━━━ Data provided

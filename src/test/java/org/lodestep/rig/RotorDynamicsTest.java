package org.lodestep.rig;

import static org.junit.jupiter.api.Assertions.assertEquals;
import static org.junit.jupiter.api.Assertions.assertTrue;

import org.junit.jupiter.api.Test;

class RotorDynamicsTest {

    /** Mean period of a signal from its rising zero crossings (linear interpolation), s. */
    static double meanPeriodS(double[] x, double rateHz, int from) {
        double first = -1;
        double last = -1;
        int n = 0;
        for (int i = Math.max(1, from); i < x.length; i++) {
            if (x[i - 1] < 0 && x[i] >= 0) {
                double t = (i - 1 + (-x[i - 1]) / (x[i] - x[i - 1])) / rateHz;
                if (first < 0) {
                    first = t;
                } else {
                    n++;
                }
                last = t;
            }
        }
        return (last - first) / n;
    }

    @Test
    void naturalFrequencyFormulaMatchesPublishedCheckValues() {
        // references §11 (Acarnley, Stepping Motors, 4th ed., ch. 4; from memory there):
        // T_h = 0.4 N·m, J = 5.4e-6 kg·m², N_r = 50 -> f_n = 306.294 Hz; N_r = 100 -> 433.165 Hz; J doubled -> 216.582 Hz
        assertEquals(306.294, new RotorDynamics(5.4e-6, 0, 0.4, 0, 50, 1).naturalFrequencyHz(), 306.294 * 1e-4);
        assertEquals(433.165, new RotorDynamics(5.4e-6, 0, 0.4, 0, 100, 1).naturalFrequencyHz(), 433.165 * 1e-4);
        assertEquals(216.582, new RotorDynamics(1.08e-5, 0, 0.4, 0, 50, 1).naturalFrequencyHz(), 216.582 * 1e-4);
    }

    @Test
    void undampedRingDownAfterOneSmallMicrostepOscillatesAtTheNaturalFrequency() {
        // item 11 values again: the integrated motion must ring at f_n = 306.294 Hz. A 1/64 microstep keeps the
        // swing to 1.4 electrical degrees, where sin(x) ~ x and the small-oscillation formula holds to ~1e-4.
        RotorDynamics d = new RotorDynamics(5.4e-6, 0, 0.4, 0, 50, 64);
        double rate = 100_000;
        RotorDynamics.Trace t = d.run(s -> s >= 0.001 ? 1.0 / 64 : 0, 0.05, rate, 1000);
        double f = 1 / meanPeriodS(t.speedRadPerS(), rate, 200);
        assertEquals(306.294, f, 306.294 * 2e-3);
    }

    @Test
    void oraclesNaturalFrequencyAgreesWithTheEnginesFormulaAndItsOwnIntegratedMotion() {
        // The virtual rig is an independent oracle (package-info): its closed form and the engine's
        // motor.NaturalFrequency both state f_n = (1/2π)·√(N_r·T_h/J) (P. P. Acarnley, Stepping Motors: A Guide to
        // Theory and Practice, 4th ed., IEE 2002, ch. 4); they must agree to rounding, and the rig's integrated
        // undamped motion after a 1/64 microstep (swing ~1.4 electrical degrees, sin x ≈ x) must ring at it.
        double[][] cases = {{5.4e-6, 0.4, 50}, {1.08e-5, 0.4, 50}, {5.4e-6, 0.4, 100}, {3.0e-5, 0.3, 50},
            {2.2e-4, 1.9, 50}};
        for (double[] c : cases) {
            RotorDynamics d = new RotorDynamics(c[0], 0, c[1], 0, (int) c[2], 64);
            double engine = org.lodestep.motor.NaturalFrequency.naturalHz(c[1], (int) c[2], c[0]);
            assertEquals(engine, d.naturalFrequencyHz(), engine * 1e-12, java.util.Arrays.toString(c));
            double rate = Math.max(100_000, engine * 300);
            RotorDynamics.Trace t = d.run(s -> s >= 0.001 ? 1.0 / 64 : 0, 0.001 + 15 / engine, rate, 1000);
            double f = 1 / meanPeriodS(t.speedRadPerS(), rate, (int) (0.0012 * rate));
            assertEquals(engine, f, engine * 2e-3, java.util.Arrays.toString(c));
        }
    }

    @Test
    void rotorSettlesOnTheCommandedFullStepPositionWithDamping() {
        // one full step of a 50-tooth rotor is 1.8 degrees (item 1, Jones tutorial / Acarnley ch. 1)
        RotorDynamics d = new RotorDynamics(5.4e-6, 2e-3, 0.4, 0.02, 50, 1);
        RotorDynamics.Trace t = d.run(s -> s >= 0.001 ? 1.0 : 0, 0.2, 20_000, 1000);
        double moved = t.angleRad()[t.angleRad().length - 1] - t.angleRad()[0];
        assertEquals(Math.toRadians(1.8), moved, Math.toRadians(1.8) * 1e-3);
    }

    @Test
    void fullStepSweepVibratesMostNearTheNaturalFrequency() throws Exception {
        // item 12 (Acarnley section 4.3): open-loop full stepping resonates when the step rate is near f_n.
        // Scenario gantry-axis is built for f_n = 100.0 Hz (item 11 formula, see scenarios.toml).
        Scenario s = Scenarios.get("gantry-axis");
        RotorDynamics d = new RotorDynamics(s.totalInertiaKgM2(), s.dampingNmsPerRad(), s.holdingTorqueNm(),
                s.detentTorqueNm(), s.rotorTeeth(), 1);
        assertEquals(100.0, d.naturalFrequencyHz(), 0.01);
        double seconds = 12;
        double rate = 5000;
        double from = 60;
        double to = 180;
        RotorDynamics.Trace t = d.run(x -> from * x + 0.5 * (to - from) / seconds * x * x, seconds, rate, to);
        // RMS acceleration in 0.25 s windows, against the step rate at the window's centre
        int w = (int) (0.25 * rate);
        double best = 0;
        double bestRate = 0;
        for (int i = 0; i + w <= t.accelRadPerS2().length; i += w) {
            double sum = 0;
            for (int j = i; j < i + w; j++) {
                sum += t.accelRadPerS2()[j] * t.accelRadPerS2()[j];
            }
            double rms = Math.sqrt(sum / w);
            double centre = (i + w / 2.0) / rate;
            if (rms > best) {
                best = rms;
                bestRate = from + (to - from) * centre / seconds;
            }
        }
        assertTrue(bestRate > 85 && bestRate < 115, "strongest vibration at " + bestRate + " full steps/s");
    }
}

━━━━━━

* Work to complete
Only lines containing the string "jupiter" belong in the answer; find them in the data above and copy them.

* Your response
import static org.junit.jupiter.api.Assertions.assertEquals;
import static org.junit.jupiter.api.Assertions.assertTrue;
import org.junit.jupiter.api.Test;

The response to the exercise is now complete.